**TASK DESCRIPTION:**
The data should be printed in full, character for character.
MATERIAL PROVIDED below:
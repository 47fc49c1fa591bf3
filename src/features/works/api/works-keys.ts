import type { OrderListParams, WeekParams } from "../lib/works-view";

/**
 * Work orders live under ["work-orders"], so that invalidating that prefix after a change (here,
 * or in the case workspace) refreshes the board and the table together.
 */
export const worksKeys = {
  all: ["work-orders"] as const,
  lists: () => [...worksKeys.all, "list"] as const,
  list: (params: OrderListParams) => [...worksKeys.lists(), params] as const,
  weeks: () => [...worksKeys.all, "week"] as const,
  week: (week: WeekParams) => [...worksKeys.weeks(), week] as const,
};
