import { useMutation, useQueryClient } from "@tanstack/react-query";
import { patchWorkOrder } from "@/lib/work-orders";
import type { ScheduleBody, WorkOrder } from "./types";
import { worksKeys } from "./works-keys";

export const scheduleWorkOrder = ({ id, body }: { id: number; body: ScheduleBody }) => patchWorkOrder<WorkOrder>(id, body);

export function useScheduleWorkOrder() {
  const queryClient = useQueryClient();
  return useMutation({
    mutationFn: scheduleWorkOrder,
    onSuccess: () =>
      Promise.all([
        queryClient.invalidateQueries({ queryKey: worksKeys.all }),
        // Booking the first order moves its case on (works planned), and adds to its timeline.
        queryClient.invalidateQueries({ queryKey: ["cases"] }),
      ]),
  });
}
End of MATERIAL PROVIDED.
**YOUR SOLUTION:**
repository 47fc49c1fa591bf3
filename src/features/works/api/works-keys.ts
import type { OrderListParams, WeekParams } from "../lib/works-view";

/**
 * Work orders live under ["work-orders"], so that invalidating that prefix after a change (here,
 * or in the case workspace) refreshes the board and the table together.
 */
export const worksKeys = {
  all: ["work-orders"] as const,
  lists: () => [...worksKeys.all, "list"] as const,
  list: (params: OrderListParams) => [...worksKeys.lists(), params] as const,
  weeks: () => [...worksKeys.all, "week"] as const,
  week: (week: WeekParams) => [...worksKeys.weeks(), week] as const,
};
import { useMutation, useQueryClient } from "@tanstack/react-query";
import { patchWorkOrder } from "@/lib/work-orders";
import type { ScheduleBody, WorkOrder } from "./types";
import { worksKeys } from "./works-keys";

export const scheduleWorkOrder = ({ id, body }: { id: number; body: ScheduleBody }) => patchWorkOrder<WorkOrder>(id, body);

export function useScheduleWorkOrder() {
  const queryClient = useQueryClient();
  return useMutation({
    mutationFn: scheduleWorkOrder,
    onSuccess: () =>
      Promise.all([
        queryClient.invalidateQueries({ queryKey: worksKeys.all }),
        // Booking the first order moves its case on (works planned), and adds to its timeline.
        queryClient.invalidateQueries({ queryKey: ["cases"] }),
      ]),
  });
}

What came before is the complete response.